FIG. 2 is a diagram illustrating a method for conversation analysis based on artificial intelligence according to an embodiment of the present disclosure.

FIG. 3 is a table illustrating labeling criteria for text data used to train a pre-trained language model of a system for conversation analysis based on artificial intelligence according to an embodiment of the present disclosure.

FIG. 4 is a diagram illustrating a structure of a specific context class for classifying text data used in a system for conversation analysis based on artificial intelligence according to an embodiment of the present disclosure.

FIG. 5 is a table illustrating class-specific statistics of training data used for training a system for conversation analysis based on artificial intelligence according to an embodiment of the present disclosure.

FIG. 6 is a view illustrating a conversational text extracted by a system for conversation analysis based on artificial intelligence embodiment of the present disclosure.

DETAILED DESCRIPTION

Embodiments of the present disclosure as described above are described in detail with reference to the accompanying drawings and embodiments.

It is to be noted that technological terms used in the present disclosure are used to describe only specific embodiments and are not intended to limit the present disclosure.

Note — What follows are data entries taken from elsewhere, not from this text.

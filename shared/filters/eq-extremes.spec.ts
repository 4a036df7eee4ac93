import { webAudioResponses } from '../../tests/reference/web-audio';
import { logFrequencyGrid } from '../dsp/grid';
import { sosMagnitudeDb, unitCircle } from '../dsp/response';
import { presentDb } from '../present';
import { designBiquads, FILTER_TYPES, type FilterSpec } from './biquad-design';
import { eqBoostCaution, eqExtremes } from './eq-extremes';

/**
 * The plain way eqExtremes was first written, kept as its reference: the whole grid (1/48 octave from
 * 10 Hz to just below Nyquist, plus each filter's frequency) sorted, a dB array of the cascade on it, and
 * the first largest and smallest values.
 */
function denseExtremes(filters: FilterSpec[], sampleRateHz: number) {
  const { grid, db } = denseResponse(filters, sampleRateHz);
  let hi = 0;
  let lo = 0;
  for (let i = 1; i < db.length; i++) {
    if (db[i] > db[hi]) hi = i;
    if (db[i] < db[lo]) lo = i;
  }
  return {
    maxDb: db[hi],
    maxHz: grid[hi],
    minDb: db[lo],
    minHz: grid[lo],
    dbAt: (hz: number) => db[grid.indexOf(hz)],
  };
}

function denseResponse(filters: FilterSpec[], sampleRateHz: number) {
  const nyquist = sampleRateHz / 2;
  const grid = [
    ...logFrequencyGrid(10, nyquist * 0.999, 48),
    ...filters.map((f) => f.frequencyHz).filter((f) => f < nyquist),
  ].sort((a, b) => a - b);
  const db = sosMagnitudeDb(designBiquads([...filters], sampleRateHz), unitCircle(grid, sampleRateHz));
  return { grid, db };
}

/** A small seeded generator (mulberry32), so a failure names a case that can be run again. */
function seeded(seed: number): () => number {
  let a = seed >>> 0;
  return () => {
    a = (a + 0x6d2b79f5) >>> 0;
    let t = a;
    t = Math.imul(t ^ (t >>> 15), t | 1);
    t ^= t + Math.imul(t ^ (t >>> 7), t | 61);
    return ((t ^ (t >>> 14)) >>> 0) / 4294967296;
  };
}

describe('eqExtremes: the largest boost of the bands together, as designed', () => {
  // Independent reference: node-web-audio-api's BiquadFilterNode (lowshelf with S = 1, peaking with Q),
  // the two responses multiplied (dB added) on a fine grid around the peak; float32 inside, so 0.01 dB.
  it('a +9 dB low shelf at 30 Hz under a +12 dB peak at 40 Hz boosts 14.35 dB near 40 Hz, not 12 dB', () => {
    const filters = [
      { type: 'lowShelf' as const, frequencyHz: 30, gainDb: 9 },
      { type: 'peaking' as const, frequencyHz: 40, gainDb: 12, q: 2 },
    ];
    const x = eqExtremes(filters, 48000);
    const grid = Array.from({ length: 2001 }, (_, i) => 20 * Math.pow(4, i / 2000));
    const [shelf, peak] = webAudioResponses([
      {
        sampleRateHz: 48000,
        frequenciesHz: grid,
        biquad: { type: 'lowshelf', frequency: 30, Q: 1, gain: 9 },
      },
      {
        sampleRateHz: 48000,
        frequenciesHz: grid,
        biquad: { type: 'peaking', frequency: 40, Q: 2, gain: 12 },
      },
    ]);
    const summed = grid.map((_, i) => 20 * Math.log10(shelf.magnitude[i] * peak.magnitude[i]));
    const top = Math.max(...summed);
    expect(Math.abs(x.maxBoostDb - top)).toBeLessThan(0.01);
    expect(x.maxBoostDb).toBeGreaterThan(14.3);
    expect(Math.abs(Math.log2((x.maxBoostHz ?? 0) / grid[summed.indexOf(top)]))).toBeLessThan(1 / 48);
    // One wording for every answer: the summed figure, rounded as answers round dB and Hz.
    expect(eqBoostCaution([{ filters }], 48000)?.message).toMatch(
      /^Boosts: EQ \+14\.3\d dB at 39\.\d\d? Hz \(EQ figures are the bands together, as designed\)/,
    );
    expect(eqBoostCaution([{ channel: 'LFE1', filters, trimDb: 2 }], 48000, true)?.message).toMatch(
      /^Loading these settings puts boosts into the processor: LFE1 \(EQ \+14\.3\d dB at 39\.\d\d? Hz, trim \+2 dB\)/,
    );
  });

  it('cuts only: no boost and no caution; passes and notches are not boosts', () => {
    const cut = [{ type: 'peaking' as const, frequencyHz: 63, gainDb: -6, q: 4 }];
    expect(eqExtremes(cut, 48000)).toMatchObject({ maxBoostDb: 0, maxBoostHz: null });
    expect(eqExtremes(cut, 48000).maxCutDb).toBeCloseTo(6, 6);
    expect(eqBoostCaution([{ filters: [{ type: 'notch', frequencyHz: 60, q: 10 }] }], 48000)).toBeNull();
  });

  it('names the same extremes as the dense evaluation of the whole grid, for random EQs of every filter type', () => {
    const random = seeded(20261202);
    const rates = [8000, 44100, 48000, 96000, 192000];
    let boosts = 0;
    let plateaus = 0;
    for (let run = 0; run < 400; run++) {
      const sampleRateHz = rates[Math.floor(random() * rates.length)];
      const count = 1 + Math.floor(random() * 8);
      const filters: FilterSpec[] = Array.from({ length: count }, () => {
        const type = FILTER_TYPES[Math.floor(random() * FILTER_TYPES.length)];
        // Log-uniform from 15 Hz to just below Nyquist; every fourth on a 1/48-octave point of the grid.
        const top = (sampleRateHz / 2) * 0.95;
        let frequencyHz = 15 * Math.pow(top / 15, random());
        if (random() < 0.25)
          frequencyHz = 10 * Math.pow(2, Math.round(Math.log2(frequencyHz / 10) * 48) / 48);
        return {
          type,
          frequencyHz,
          ...(type === 'peaking' || type === 'lowShelf' || type === 'highShelf'
            ? { gainDb: Math.round((random() * 36 - 18) * 10) / 10 }
            : {}),
          ...(type === 'lowShelf' || type === 'highShelf' ? {} : { q: 0.3 + random() * 15 }),
        };
      });
      const dense = denseExtremes(filters, sampleRateHz);
      const fast = eqExtremes(filters, sampleRateHz);
      const label = JSON.stringify({ sampleRateHz, filters });
      // Equal as answers show dB: a "boost" the dense evaluation finds below 0.005 dB is rounding (an
      // all-pass), which eqExtremes calls none.
      expect([label, presentDb(fast.maxBoostDb)]).toEqual([label, presentDb(Math.max(0, dense.maxDb))]);
      expect([label, presentDb(fast.maxCutDb)]).toEqual([label, presentDb(Math.max(0, -dense.minDb))]);
      // Where there is one, the same to 1e-9 dB, at the same grid point — or, on a plateau (a shelf's flat
      // side), at a point of the same plateau: one the dense evaluation puts within 1e-9 dB of the
      // extreme, where rounding alone picks the point.
      const samePoint = (fastHz: number | null, denseHz: number, denseDb: number) =>
        fastHz === denseHz || (fastHz !== null && Math.abs(dense.dbAt(fastHz) - denseDb) < 1e-9);
      if (fast.maxBoostHz !== null) {
        boosts += 1;
        if (fast.maxBoostHz !== dense.maxHz) plateaus += 1;
        expect([label, Math.abs(fast.maxBoostDb - dense.maxDb) < 1e-9]).toEqual([label, true]);
        expect([label, samePoint(fast.maxBoostHz, dense.maxHz, dense.maxDb)]).toEqual([label, true]);
      }
      if (fast.maxCutHz !== null) {
        expect([label, Math.abs(fast.maxCutDb + dense.minDb) < 1e-9]).toEqual([label, true]);
        expect([label, samePoint(fast.maxCutHz, dense.minHz, dense.minDb)]).toEqual([label, true]);
      }
    }
    // The cases did include boosts (the comparison above is not only of cuts).
    expect(boosts).toBeGreaterThan(100);
    // …and a different point only on plateaus, rarely.
    expect(plateaus).toBeLessThan(boosts / 10);
  });

  it('an all-pass (0 dB everywhere but for rounding) neither boosts nor cuts, so no "+0 dB" caution', () => {
    for (const frequencyHz of [31.7, 410.74, 11696.3]) {
      const filters = [{ type: 'allPass' as const, frequencyHz, q: 0.7 }];
      expect(eqExtremes(filters, 48000)).toEqual({
        maxBoostDb: 0,
        maxBoostHz: null,
        maxCutDb: 0,
        maxCutHz: null,
      });
      expect(eqBoostCaution([{ filters }], 48000)).toBeNull();
    }
  });

  it('a notch exactly on its frequency reads the floor of the dB scale, as the response does', () => {
    const x = eqExtremes([{ type: 'notch', frequencyHz: 1000, q: 4 }], 48000);
    expect(x.maxCutHz).toBe(1000);
    expect(x.maxCutDb).toBe(denseExtremes([{ type: 'notch', frequencyHz: 1000, q: 4 }], 48000).minDb * -1);
  });
});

Furthermore, the technological terms used in the present disclosure should be construed as having meanings that are commonly understood by those skilled in the art to which the present disclosure pertains unless especially defined as different meanings otherwise in the present disclosure, and should not be construed as having excessively comprehensive meanings or excessively reduced meanings. Furthermore, if the technological terms used in the present disclosure are wrong technological terms that do not precisely represent the spirit of the present disclosure, they should be replaced with technological terms that may be correctly understood by those skilled in the art and understood. Furthermore, common terms used in the present disclosure should be interpreted in accordance with the definition of dictionaries or in accordance with the context, and should not be construed as having excessively reduced meanings.

Furthermore, an expression of the singular number used in the present disclosure includes an expression of the plural number unless clearly defined otherwise in the context. In the present disclosure, terms, such as “include” and “comprise”, should not be construed as essentially including all various components or various s described in the present disclosure, but the terms may be construed as not including some of the components or steps or as further including additional components or steps.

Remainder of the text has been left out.